The Contract Metaphor
The word “contract” in this chapter’s title is intentional. A scraper config is a contract between three parties:
The site provides HTML with a predictable structure. As long as the selectors in the config match elements on the page, the contract holds.
The engine commits to executing the config faithfully: generating the right URLs, following the right links, applying each field’s selector and retrieve method, storing the results.
The operator (human or AI) defines the config correctly: valid selectors that match the right elements, correct retrieve methods, sensible pagination parameters.
When the contract breaks, the cause is usually one of: 1. The site changed its HTML structure (selector no longer matches) 2. The engine has a bug (a retrieve method behaves unexpectedly) 3. The operator wrote an incorrect config (wrong selector, typo in field name)
This three-party framing makes debugging systematic. Start by verifying the site structure. Then verify the engine behavior. Then verify the config.
Config as AI Instruction Set
The most powerful property of the JSON config is that it is a complete, unambiguous specification of a scraping task. Given a URL and a field list, an LLM can generate a config. Given a config and error feedback, an LLM can fix it. Given a config and scraped data, an LLM can validate whether the extraction looks correct.
This is explored in depth in Part 5, but the foundational observation belongs here: the JSON config is a language that AI can speak. It is not a prompt or a natural language description; it is a structured specification with a defined schema. An LLM generating a config is doing structured output generation, which is a well-solved problem for modern language models.

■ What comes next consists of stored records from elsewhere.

@lru_cache(maxsize=8)
def _factor(key: tuple, amplitude: float, noise_variance: float, smoothness: float):
    """The Cholesky factor of amplitude² K + σ_n² I (jitter added if needed), kept for the next
    draw given the same data: a fitted landscape's draws all condition on one set of rows."""
    X = np.frombuffer(key[0]).reshape(key[1])
    length_scale = np.frombuffer(key[2]).reshape(key[3])
    gram = matern_kernel(X, X, length_scale, smoothness, amplitude)
    gram[np.diag_indices_from(gram)] += noise_variance
    scale = float(np.mean(np.diag(gram))) if len(X) else 1.0
    jitter = 0.0
    for step in range(_JITTER_STEPS + 1):
        try:
            return linalg.cho_factor(gram + jitter * np.eye(len(X)), lower=True)
        except linalg.LinAlgError:
            jitter = scale * _JITTER_START * 10.0**step
    raise linalg.LinAlgError("kernel matrix is not positive definite even with jitter")


def draw_posterior(
    X: ArrayLike,
    y: ArrayLike,
    *,
    length_scale: ArrayLike,
    amplitude: float,
    noise_variance: float,
    mean: float,
    smoothness: float = 2.5,
    rng: np.random.Generator,
    n_features: int = DEFAULT_FEATURES,
) -> FeatureSurface:
    """A posterior GP draw given evaluations y at X, by pathwise conditioning.

        f_post(·) = f_prior(·) + amplitude² k(·, X) (amplitude² K + σ_n² I)^-1 (y - f_prior(X) - ε)

    with f_prior a prior RFF draw (:func:`draw_prior`, same mean and amplitude = signal sd) and
    ε ~ N(0, σ_n² I), σ_n² = ``noise_variance`` (Wilson et al. 2020, pathwise update by
    Matheron's rule with a random-feature prior: "decoupled sampling", PMLR 119:10292–10302).
    Its expectation is the exact GP posterior mean (:func:`posterior_mean`); its covariance over
    draws is the exact posterior covariance, since each draw has fresh features.
    """
    X, y = _data(X, y)
    prior = draw_prior(
        X.shape[1], smoothness, length_scale, rng, n_features, amplitude=amplitude, mean=mean
    )
    noise = rng.standard_normal(len(y)) * math.sqrt(max(noise_variance, 0.0))
    # K carries amplitude², but FeatureSurface multiplies k(·, X) by amplitude² itself.
    alpha = _solve(X, y - prior(X) - noise, length_scale, amplitude, noise_variance, smoothness)
    return FeatureSurface(
        frequencies=prior.frequencies,
        phases=prior.phases,
        weights=prior.weights,
        length_scale=prior.length_scale,
        smoothness=smoothness,
        amplitude=amplitude,
        mean=mean,
        data=X,
        coefficients=alpha,
    )


def posterior_mean(
    X: ArrayLike,
    y: ArrayLike,
    *,
    length_scale: ArrayLike,
    amplitude: float,
    noise_variance: float,
    mean: float,
    smoothness: float = 2.5,
) -> FeatureSurface:
    """The exact GP posterior mean given evaluations y at X, as a surface with no features.

        m(·) = mean + amplitude² k(·, X) (amplitude² K + σ_n² I)^-1 (y - mean)

    (R&W 2006 eq. 2.23–2.25 and Algorithm 2.1, with a constant prior mean).
    """
    X, y = _data(X, y)
    alpha = _solve(X, y - mean, length_scale, amplitude, noise_variance, smoothness)
    dim = X.shape[1]
    return FeatureSurface(
        frequencies=np.empty((0, dim)),
        phases=np.empty(0),
        weights=np.empty(0),
        length_scale=_length_scales(length_scale, dim),
        smoothness=smoothness,
        amplitude=amplitude,
        mean=mean,
        data=X,
        coefficients=alpha,
    )


def dense_size(dim: int) -> int:
    """Default size of the Sobol set in :func:`global_minimum`: 2^14 up to 4-D, doubling per
    further dimension, capped at 2^17.

    At 2^14 points the set's spacing is about 2^(-14/d) cube units (0.008 in 2-D, 0.09 in 4-D),
    well inside a basin of a surface with length scale >= 0.1; doubling per dimension above 4
    keeps the set from thinning as fast as the volume grows, and the cap bounds the cost (about
    1.3 s at 10 µs per point).
    """
    return 2 ** min(14 + max(dim - 4, 0), 17)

The alternative, where an LLM generates Python scraping code, has serious problems: the code may be syntactically valid but logically wrong; it may import dangerous libraries; it may have security vulnerabilities; it cannot be safely executed without review. JSON with a defined schema can be validated structurally before execution and reviewed by non-engineers.
Apply This
1. Start with the schema, not the selectors. Before opening DevTools to inspect a page, define your output record schema. What fields does your downstream system need? What are their types? What makes a record valid? The schema defines your field list; the field list defines what you need to find selectors for.
2. Name fields for the data, not the HTML. Call it salary_min, not salary_range_left_side. The field name is part of the API you expose to downstream consumers. Make it self-documenting.

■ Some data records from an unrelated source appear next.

@dataclass(frozen=True)
class Replicates:
    """The replicate count and its two reasons.

    (a) recovery interval: ``p`` planned for (``worst_case``: ½ because the pilot cannot tell),
    ``normal`` = z² p(1 − p)/h² before rounding, ``campaigns`` after the Wilson check,
    ``wilson`` the Wilson half-width there, ``per_replicate`` campaigns each replicate adds to
    an interval (the landscapes), ``interval`` the replicates; (b) ``search`` of the power
    (None when the pilot has no two settings to compare), ``comparisons`` it pooled, at
    ``difference`` evaluations (``difference_words``: where it comes from).
    """

    p: float
    worst_case: bool
    z: float
    normal: float
    normal_campaigns: int
    campaigns: int
    wilson: float
    per_replicate: int
    interval: int
    search: sample_size.PowerSearch | None
    comparisons: tuple[str, ...]
    needed: int
    chosen: int
    cap: int
    difference: float = 5.0
    difference_words: str = "given"
    recovery_words: str = ""

    @property
    def power(self) -> int | None:
        return None if self.search is None else self.search.replicates

    @property
    def capped(self) -> bool:
        return self.needed > self.cap

    @property
    def driver(self) -> str:
        if self.search is None or self.interval >= self.search.replicates:
            return "the recovery interval"
        return "the power"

3. Use multiple: true conservatively. Multiple-value fields produce arrays. Most downstream systems prefer scalar values. Only use multiple when the field is genuinely multi-valued (requirements list, tags list) and when your pipeline handles arrays.
4. Test batch_fields separately. Key-value tables are fragile. Site redesigns often change table structure while keeping content. Write a quick test that fetches one page and prints the batch_fields output before adding it to production configs.
5. Version your configs. Commit every config change to version control with a message explaining what changed and why. When a site redesigns and your selectors break, git blame tells you what you had before. This history is invaluable for debugging and for training AI models to understand what kinds of HTML changes break which selectors.